## Work required
Your answer should be the entries below, reproduced character for character.

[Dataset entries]
def _hrr_view(sc: Mapping[str, Any], pd_hrr: Any, end_s: Any, figs: "_Figures") -> dict[str, Any] | None:
    """The scenario's design-fire heat-release rate: its growth numbers and one figure."""
    g = sc.get("hrr") if isinstance(sc.get("hrr"), Mapping) else None
    if g is None:
        return None
    sid = str(sc.get("id"))
    words = _growth_words(g)
    fig = None
    if isinstance(pd_hrr, Mapping) and pd_hrr.get("t_s") is not None:
        fig = figs.add("hrr_figure", f"Design fire of scenario {sid}: heat-release rate as given "
                       f"({'column ' + str(g.get('column')) + ' of the histories' if g.get('source') == 'histories' else str(g.get('source')) + ', column ' + str(g.get('column'))}); {words}.",
                       t_s=pd_hrr["t_s"], q_kw=pd_hrr["q_kw"], growth=dict(g), end_s=end_s, uid=f"fig-hrr-{sid}")
    return {"figure": fig, "words": words, **g}


def _growth_words(g: Mapping[str, Any]) -> str:
    """Peak and fitted t-squared growth of a heat-release-rate curve, in words."""
    peak = g.get("peak_kw")
    text = (f"peak {fmt_num(peak / 1000.0) + ' MW' if peak and peak >= 2000 else fmt_num(peak) + ' kW'} "
            f"first at {fmt_time(g.get('peak_s'))}")
    if g.get("alpha_kw_s2"):
        text += (f"; fitted t-squared growth α = {g['alpha_kw_s2']:.4g} kW/s² up to "
                 f"{fmt_time(g.get('growth_end_s'))} (1055 kW at {fmt_num(g.get('t_g_s'))} s), nearest the "
                 f"{g.get('nearest_class')} class of NFPA 72 Annex B ({fmt_num(g.get('class_ratio'))} × its α)")
    return text


def _range_tables(results: Mapping[str, Any]) -> dict[str, Any]:
    """Validated-range excursions: the appendix table (one row per quantity and location, the
    largest excursion) and the summary's list (those that bear on a route's verdict)."""
    rows: dict[tuple, dict[str, Any]] = {}
    bearing = []
    for sc in results.get("scenarios") or []:
        for w in sc.get("range_warnings") or []:
            if not isinstance(w, Mapping):
                continue
            key = (str(w.get("quantity")), str(w.get("location")))
            size = float(w.get("excursion_rel") or 0.0)
            row = rows.get(key)
            if row is None or size > row["excursion_rel"]:
                rows[key] = {**w, "scenario": sc.get("id"), "excursion_rel": size,
                             "scenarios": (row or {}).get("scenarios", []), "criteria": (row or {}).get("criteria", [])}
            r = rows[key]
            if sc.get("id") not in r["scenarios"]:
                r["scenarios"].append(sc.get("id"))
            if w.get("criterion") not in r["criteria"]:
                r["criteria"].append(w.get("criterion"))
            if w.get("bears_on_verdict"):
                bearing.append({**w, "scenario": sc.get("id")})
    table = sorted(rows.values(), key=lambda r: (-r["excursion_rel"], r["quantity"], r["location"]))
    return {"rows": table, "bearing": bearing}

## Response below
def _hrr_view(sc: Mapping[str, Any], pd_hrr: Any, end_s: Any, figs: "_Figures") -> dict[str, Any] | None:
    """The scenario's design-fire heat-release rate: its growth numbers and one figure."""
    g = sc.get("hrr") if isinstance(sc.get("hrr"), Mapping) else None
    if g is None:
        return None
    sid = str(sc.get("id"))
    words = _growth_words(g)
    fig = None
    if isinstance(pd_hrr, Mapping) and pd_hrr.get("t_s") is not None:
        fig = figs.add("hrr_figure", f"Design fire of scenario {sid}: heat-release rate as given "
                       f"({'column ' + str(g.get('column')) + ' of the histories' if g.get('source') == 'histories' else str(g.get('source')) + ', column ' + str(g.get('column'))}); {words}.",
                       t_s=pd_hrr["t_s"], q_kw=pd_hrr["q_kw"], growth=dict(g), end_s=end_s, uid=f"fig-hrr-{sid}")
    return {"figure": fig, "words": words, **g}


def _growth_words(g: Mapping[str, Any]) -> str:
    """Peak and fitted t-squared growth of a heat-release-rate curve, in words."""
    peak = g.get("peak_kw")
    text = (f"peak {fmt_num(peak / 1000.0) + ' MW' if peak and peak >= 2000 else fmt_num(peak) + ' kW'} "
            f"first at {fmt_time(g.get('peak_s'))}")
    if g.get("alpha_kw_s2"):
        text += (f"; fitted t-squared growth α = {g['alpha_kw_s2']:.4g} kW/s² up to "
                 f"{fmt_time(g.get('growth_end_s'))} (1055 kW at {fmt_num(g.get('t_g_s'))} s), nearest the "
                 f"{g.get('nearest_class')} class of NFPA 72 Annex B ({fmt_num(g.get('class_ratio'))} × its α)")
    return text


def _range_tables(results: Mapping[str, Any]) -> dict[str, Any]:
    """Validated-range excursions: the appendix table (one row per quantity and location, the
    largest excursion) and the summary's list (those that bear on a route's verdict)."""
    rows: dict[tuple, dict[str, Any]] = {}
    bearing = []
    for sc in results.get("scenarios") or []:
        for w in sc.get("range_warnings") or []:
            if not isinstance(w, Mapping):
                continue
            key = (str(w.get("quantity")), str(w.get("location")))
            size = float(w.get("excursion_rel") or 0.0)
            row = rows.get(key)
            if row is None or size > row["excursion_rel"]:
                rows[key] = {**w, "scenario": sc.get("id"), "excursion_rel": size,
                             "scenarios": (row or {}).get("scenarios", []), "criteria": (row or {}).get("criteria", [])}
            r = rows[key]
            if sc.get("id") not in r["scenarios"]:
                r["scenarios"].append(sc.get("id"))
            if w.get("criterion") not in r["criteria"]:
                r["criteria"].append(w.get("criterion"))
            if w.get("bears_on_verdict"):
                bearing.append({**w, "scenario": sc.get("id")})
    table = sorted(rows.values(), key=lambda r: (-r["excursion_rel"], r["quantity"], r["location"]))
    return {"rows": table, "bearing": bearing}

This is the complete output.